Том чувствовал, что пора ему проснуться от спячки; такая жизнь, может, и
подходила для человека в угнетенном состоянии, но в ней как-то не хватало пищи
для чувства и было слишком много утомительного разнообразия. Он придумал
несколько планов избавления и наконец притворился, будто ему очень нравится
болеутолитель. Он просил лекарство так часто, что надоел тетке, и в конце
концов она велела ему принимать лекарство самому и оставить ее в покое. Если бы
это был Сид, ее радость не омрачилась бы ничем; но так как это был Том, то она
потихоньку следила за бутылкой. Оказалось, однако, что лекарство и в самом деле
убавляется, но тетке не приходило в голову, что Том поит болеутолителем щель в
полу гостиной.
Однажды Том только что приготовился угостить эту щель ложкой лекарства, как в
комнату вошел теткин желтый кот, мурлыча и жадно поглядывая на ложку, будто
просил попробовать. Том сказал ему:
– Лучше не проси, если тебе не хочется, Питер.
Питер дал понять, что ему хочется.
– Смотри не ошибись.
Питер был уверен, что не ошибается.
– Ну, раз ты просишь, я тебе дам, я не жадный; только смотри, если тебе не
понравится, сам будешь виноват, я тут ни при чем.
Питер был согласен. Том открыл ему рот и влил туда ложку лекарства. Питер
подскочил на два метра кверху, испустил дикий вопль и заметался по комнате,
налетая на мебель, опрокидывая горшки с цветами и поднимая невообразимый шум.

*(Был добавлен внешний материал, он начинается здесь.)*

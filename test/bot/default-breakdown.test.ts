// The breakdown a change is explained by when the request names none: the one whose values
// persist through the data (bot/brief-defaults.ts defaultBreakdown), said on the card with why.
// Run through `threadcount ask` on vega-datasets' weather.csv (NOAA daily weather, Seattle and
// New York, 2012–2015), its catalog listing weather type before city; the persistence of each
// dimension is computed here by DuckDB SQL over the file.
import { mkdtempSync } from 'node:fs';
import { tmpdir } from 'node:os';
import { join } from 'node:path';
import { DuckDBInstance } from '@duckdb/node-api';
import { expect, it } from 'vitest';
import { askPostTexts } from '../helpers/run-cli.js';
import { WEATHER_CSV, writeWeatherConfig } from '../helpers/open-data.js';

const csv = WEATHER_CSV;

/** The mean over a column's values of the share of the data's months each has rows in. */
async function persistence(column: string): Promise<number> {
  const db = await DuckDBInstance.create(':memory:');
  const c = await db.connect();
  const rows = (await c.runAndReadAll(`WITH m AS (SELECT count(DISTINCT date_trunc('month', date)) AS n FROM read_csv('${csv}'))
    SELECT avg(k / m.n) FROM (SELECT ${column}, count(DISTINCT date_trunc('month', date)) AS k FROM read_csv('${csv}') GROUP BY 1), m`)).getRows();
  c.closeSync();
  return Number(rows[0]![0]);
}

it('weather.csv: city, whose values are there every month, is chosen over weather type, listed first', async () => {
  const dir = mkdtempSync(join(tmpdir(), 'tc-breakdown-'));
  const config = writeWeatherConfig(dir, [
    '{ name: precipitation, label: Precipitation, sum: precipitation, unit: number, unit_label: mm, kind: flow, also_called: [rain, rainfall] }',
  ], [
    '{ name: weather, label: Weather type, column: weather }',
    '{ name: location, label: City, column: location }',
  ]);
  const out = join(dir, 'out');
  const posts = (await askPostTexts(config, 'how did rainfall grow in 2015?', out)).join('\n');
  const [city, type] = [await persistence('location'), await persistence('weather')];
  expect(city - type).toBeGreaterThan(0.1);
  const pct = (x: number) => `${Math.round(x * 100)}%`;
  expect(posts).toContain(`*Breakdowns:* City (assumed) _(assumed: a change is easier to act on with what drove it; city, whose values persist through the data (each is in ${pct(city)} of its months on average, against ${pct(type)} for weather type); name another breakdown to change it)_`);
  expect(posts).toMatch(/Which cities drove the change in precipitation/);
});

Потом он встал на задние лапы и заплясал вокруг комнаты в бешеном веселье,
склонив голову к плечу и воем выражая неукротимую радость. Потом он помчался по
всему дому, сея на своем пути хаос и разрушение. Тетя Полли вошла как раз
вовремя и увидела, как Питер перекувырнулся несколько раз, в последний раз
испустил мощное «ура» и прыгнул в открытое окно, увлекая за собой уцелевшие
горшки с цветами. Тетя Полли словно окаменела от изумления, глядя на него
поверх очков; Том валялся на полу, едва живой от смеха.
– Том, что такое с Питером?
– Я не знаю, тетя, – еле выговорил мальчик.
– В жизни ничего подобного не видела. Отчего это с ним?
– Право, не знаю, тетя Полли; кошки всегда так себя ведут, когда им весело.
– Вот как, неужели? – В ее голосе было что-то такое, что заставило Тома
насторожиться.
– Да, тетя. То есть я так думаю.
– Ты так думаешь?
– Да, тетя.
Она наклонилась, а Том следил за ней с интересом и тревогой. Он угадал ее
намерение слишком поздно. Ручка ложки предательски торчала из-под кровати. Тетя
Полли подняла ее и показала ему. Том моргнул и отвел глаза в сторону. Тетя
Полли ухватила его по привычке за ухо и хорошенько стукнула по голове
наперстком.
– Ну, сударь, для чего вам понадобилось мучить бедное животное?
– Мне его жалко стало, ведь у него нет тети.
– Нет тети! Дуралей. При чем тут тетя?
– При том. Если б у него была тетя, она бы сама ему выжгла все нутро. Она бы
ему все кишки припекла, не поглядела бы, что он кот, а не мальчик!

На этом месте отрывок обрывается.